> WHAT IS EXPECTED: Collect every line below that contains the word "whose".

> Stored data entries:
◇ ◇ ◇ ◇ ◇ ◇ ◇
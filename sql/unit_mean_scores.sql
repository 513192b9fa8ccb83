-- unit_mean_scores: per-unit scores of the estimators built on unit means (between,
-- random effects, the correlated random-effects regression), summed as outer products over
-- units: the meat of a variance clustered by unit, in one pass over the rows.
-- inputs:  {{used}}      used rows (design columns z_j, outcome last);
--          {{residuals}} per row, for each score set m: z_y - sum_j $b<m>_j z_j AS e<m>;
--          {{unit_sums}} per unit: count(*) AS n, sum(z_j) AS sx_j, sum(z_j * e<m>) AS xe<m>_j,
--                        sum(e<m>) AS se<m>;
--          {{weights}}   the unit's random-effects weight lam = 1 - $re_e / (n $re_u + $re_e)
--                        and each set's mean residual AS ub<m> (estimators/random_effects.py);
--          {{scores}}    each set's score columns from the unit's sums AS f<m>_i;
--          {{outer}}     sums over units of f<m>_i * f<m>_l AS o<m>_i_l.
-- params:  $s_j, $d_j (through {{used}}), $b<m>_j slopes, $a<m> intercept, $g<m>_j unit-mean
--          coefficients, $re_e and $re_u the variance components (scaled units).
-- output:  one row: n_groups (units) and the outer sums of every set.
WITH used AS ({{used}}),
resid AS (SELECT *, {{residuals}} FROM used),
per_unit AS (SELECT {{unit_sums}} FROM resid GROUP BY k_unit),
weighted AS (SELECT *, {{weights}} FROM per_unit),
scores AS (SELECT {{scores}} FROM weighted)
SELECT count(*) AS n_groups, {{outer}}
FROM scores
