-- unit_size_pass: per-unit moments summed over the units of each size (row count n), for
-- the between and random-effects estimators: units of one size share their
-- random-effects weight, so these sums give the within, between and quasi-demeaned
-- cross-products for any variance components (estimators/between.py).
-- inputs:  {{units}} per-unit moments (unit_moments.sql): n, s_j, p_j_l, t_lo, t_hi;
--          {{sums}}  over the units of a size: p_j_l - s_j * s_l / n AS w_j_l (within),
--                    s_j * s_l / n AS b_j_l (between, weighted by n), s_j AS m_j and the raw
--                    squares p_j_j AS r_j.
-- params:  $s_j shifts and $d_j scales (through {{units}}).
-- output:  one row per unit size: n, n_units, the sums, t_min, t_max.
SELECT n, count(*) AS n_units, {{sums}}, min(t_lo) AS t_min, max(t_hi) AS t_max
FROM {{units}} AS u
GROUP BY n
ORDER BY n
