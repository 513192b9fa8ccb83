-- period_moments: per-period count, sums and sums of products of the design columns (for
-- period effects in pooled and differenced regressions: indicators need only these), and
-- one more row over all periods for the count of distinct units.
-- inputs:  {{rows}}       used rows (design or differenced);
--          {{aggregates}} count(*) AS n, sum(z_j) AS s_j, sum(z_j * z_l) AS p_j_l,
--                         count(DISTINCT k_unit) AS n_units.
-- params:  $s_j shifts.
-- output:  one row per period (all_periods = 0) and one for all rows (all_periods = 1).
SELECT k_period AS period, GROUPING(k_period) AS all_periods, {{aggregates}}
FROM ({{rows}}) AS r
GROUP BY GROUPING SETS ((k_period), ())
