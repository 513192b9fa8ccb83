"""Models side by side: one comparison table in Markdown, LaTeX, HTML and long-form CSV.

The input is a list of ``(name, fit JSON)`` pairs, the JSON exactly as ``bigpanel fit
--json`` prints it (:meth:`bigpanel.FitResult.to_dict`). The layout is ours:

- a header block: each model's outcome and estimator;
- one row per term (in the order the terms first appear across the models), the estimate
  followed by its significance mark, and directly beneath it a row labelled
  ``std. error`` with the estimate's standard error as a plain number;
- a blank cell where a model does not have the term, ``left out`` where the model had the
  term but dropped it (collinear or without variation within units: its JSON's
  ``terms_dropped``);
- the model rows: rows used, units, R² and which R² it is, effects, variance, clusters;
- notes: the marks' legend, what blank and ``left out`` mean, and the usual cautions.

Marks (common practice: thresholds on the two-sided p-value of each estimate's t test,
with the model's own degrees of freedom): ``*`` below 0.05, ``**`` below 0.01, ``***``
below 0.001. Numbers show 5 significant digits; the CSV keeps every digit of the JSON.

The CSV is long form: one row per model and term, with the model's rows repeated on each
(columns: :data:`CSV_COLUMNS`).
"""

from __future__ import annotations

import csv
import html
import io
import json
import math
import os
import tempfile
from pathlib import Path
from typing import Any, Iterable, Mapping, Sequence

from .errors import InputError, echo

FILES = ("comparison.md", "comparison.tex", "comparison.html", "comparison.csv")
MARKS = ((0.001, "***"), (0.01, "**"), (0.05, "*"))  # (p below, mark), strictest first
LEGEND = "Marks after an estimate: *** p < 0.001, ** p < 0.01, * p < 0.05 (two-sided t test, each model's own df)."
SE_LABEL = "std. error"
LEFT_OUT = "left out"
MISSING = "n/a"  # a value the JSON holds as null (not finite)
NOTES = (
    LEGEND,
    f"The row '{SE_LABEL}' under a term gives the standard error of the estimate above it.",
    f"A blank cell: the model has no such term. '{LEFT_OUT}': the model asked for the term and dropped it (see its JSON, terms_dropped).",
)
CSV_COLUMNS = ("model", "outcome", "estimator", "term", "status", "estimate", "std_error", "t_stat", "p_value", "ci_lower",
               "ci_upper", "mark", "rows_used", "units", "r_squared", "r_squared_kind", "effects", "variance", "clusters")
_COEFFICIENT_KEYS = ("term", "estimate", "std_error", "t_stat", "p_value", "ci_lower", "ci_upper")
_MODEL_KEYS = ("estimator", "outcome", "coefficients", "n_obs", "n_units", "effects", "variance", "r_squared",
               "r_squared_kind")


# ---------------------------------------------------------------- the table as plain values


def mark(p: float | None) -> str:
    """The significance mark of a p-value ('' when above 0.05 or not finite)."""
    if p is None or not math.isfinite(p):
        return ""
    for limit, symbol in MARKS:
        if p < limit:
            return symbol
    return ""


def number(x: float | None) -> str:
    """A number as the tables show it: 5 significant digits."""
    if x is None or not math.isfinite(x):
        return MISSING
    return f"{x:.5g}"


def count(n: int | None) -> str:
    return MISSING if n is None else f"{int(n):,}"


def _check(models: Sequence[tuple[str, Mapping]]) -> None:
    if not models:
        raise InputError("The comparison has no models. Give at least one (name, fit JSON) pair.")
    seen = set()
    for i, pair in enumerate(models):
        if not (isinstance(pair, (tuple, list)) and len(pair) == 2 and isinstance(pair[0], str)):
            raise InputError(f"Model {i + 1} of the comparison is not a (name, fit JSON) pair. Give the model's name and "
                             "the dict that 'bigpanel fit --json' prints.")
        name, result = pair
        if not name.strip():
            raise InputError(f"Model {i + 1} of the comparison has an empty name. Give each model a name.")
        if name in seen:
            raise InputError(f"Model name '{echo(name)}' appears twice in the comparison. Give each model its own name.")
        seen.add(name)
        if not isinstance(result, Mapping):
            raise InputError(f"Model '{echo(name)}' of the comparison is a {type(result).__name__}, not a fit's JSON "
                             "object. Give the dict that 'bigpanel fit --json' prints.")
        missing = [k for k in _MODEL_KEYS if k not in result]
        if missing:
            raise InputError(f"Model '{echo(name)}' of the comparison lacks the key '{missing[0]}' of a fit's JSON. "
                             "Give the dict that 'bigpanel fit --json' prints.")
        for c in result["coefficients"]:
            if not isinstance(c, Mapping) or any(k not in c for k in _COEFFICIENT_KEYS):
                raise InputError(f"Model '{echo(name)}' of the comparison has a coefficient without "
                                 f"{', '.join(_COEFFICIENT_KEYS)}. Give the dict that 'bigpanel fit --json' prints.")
◇ ◇ ◇ ◇ ◇ ◇ ◇
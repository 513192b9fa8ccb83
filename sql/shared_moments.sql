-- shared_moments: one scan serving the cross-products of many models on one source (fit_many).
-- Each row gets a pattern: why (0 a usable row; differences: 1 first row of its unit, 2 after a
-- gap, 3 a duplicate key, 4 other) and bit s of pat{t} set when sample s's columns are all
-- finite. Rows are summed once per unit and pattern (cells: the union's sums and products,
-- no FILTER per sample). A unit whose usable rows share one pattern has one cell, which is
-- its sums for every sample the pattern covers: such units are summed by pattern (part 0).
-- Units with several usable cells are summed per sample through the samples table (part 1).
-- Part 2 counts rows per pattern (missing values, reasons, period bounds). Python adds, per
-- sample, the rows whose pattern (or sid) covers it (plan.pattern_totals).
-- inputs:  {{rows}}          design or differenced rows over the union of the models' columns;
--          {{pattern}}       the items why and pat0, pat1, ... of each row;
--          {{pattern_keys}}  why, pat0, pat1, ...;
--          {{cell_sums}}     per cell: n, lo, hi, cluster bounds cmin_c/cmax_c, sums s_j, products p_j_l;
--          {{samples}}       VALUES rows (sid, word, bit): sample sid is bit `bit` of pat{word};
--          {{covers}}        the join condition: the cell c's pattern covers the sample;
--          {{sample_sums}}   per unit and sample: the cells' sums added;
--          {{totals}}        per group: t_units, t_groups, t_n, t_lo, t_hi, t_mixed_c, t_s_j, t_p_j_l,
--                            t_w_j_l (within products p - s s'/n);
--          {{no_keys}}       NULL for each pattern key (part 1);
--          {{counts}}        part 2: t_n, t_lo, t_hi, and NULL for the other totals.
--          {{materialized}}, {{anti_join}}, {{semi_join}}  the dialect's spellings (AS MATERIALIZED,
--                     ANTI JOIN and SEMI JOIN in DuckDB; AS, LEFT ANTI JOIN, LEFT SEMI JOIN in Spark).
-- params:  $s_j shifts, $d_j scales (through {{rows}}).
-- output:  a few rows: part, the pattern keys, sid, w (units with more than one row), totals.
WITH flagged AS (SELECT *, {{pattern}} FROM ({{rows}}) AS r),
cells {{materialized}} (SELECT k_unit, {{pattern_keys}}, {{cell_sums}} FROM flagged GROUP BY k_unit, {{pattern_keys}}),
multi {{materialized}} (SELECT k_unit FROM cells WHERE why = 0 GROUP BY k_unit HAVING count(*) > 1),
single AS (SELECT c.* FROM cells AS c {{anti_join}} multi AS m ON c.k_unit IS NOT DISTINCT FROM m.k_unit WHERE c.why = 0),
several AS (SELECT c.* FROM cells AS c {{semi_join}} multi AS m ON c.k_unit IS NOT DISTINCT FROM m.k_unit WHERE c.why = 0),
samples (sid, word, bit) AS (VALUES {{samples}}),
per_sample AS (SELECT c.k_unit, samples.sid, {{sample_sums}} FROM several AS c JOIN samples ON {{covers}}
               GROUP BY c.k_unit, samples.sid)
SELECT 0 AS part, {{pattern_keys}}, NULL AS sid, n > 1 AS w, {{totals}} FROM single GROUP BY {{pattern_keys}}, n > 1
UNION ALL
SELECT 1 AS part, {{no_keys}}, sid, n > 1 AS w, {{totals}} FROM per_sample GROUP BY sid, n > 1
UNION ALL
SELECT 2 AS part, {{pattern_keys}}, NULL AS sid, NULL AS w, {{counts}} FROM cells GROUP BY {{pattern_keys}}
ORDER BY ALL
◇ ◇ ◇ ◇ ◇ ◇ ◇
> RESPONSE:
-- no FILTER per sample). A unit whose usable rows share one pattern has one cell, which is
-- sample, the rows whose pattern (or sid) covers it (plan.pattern_totals).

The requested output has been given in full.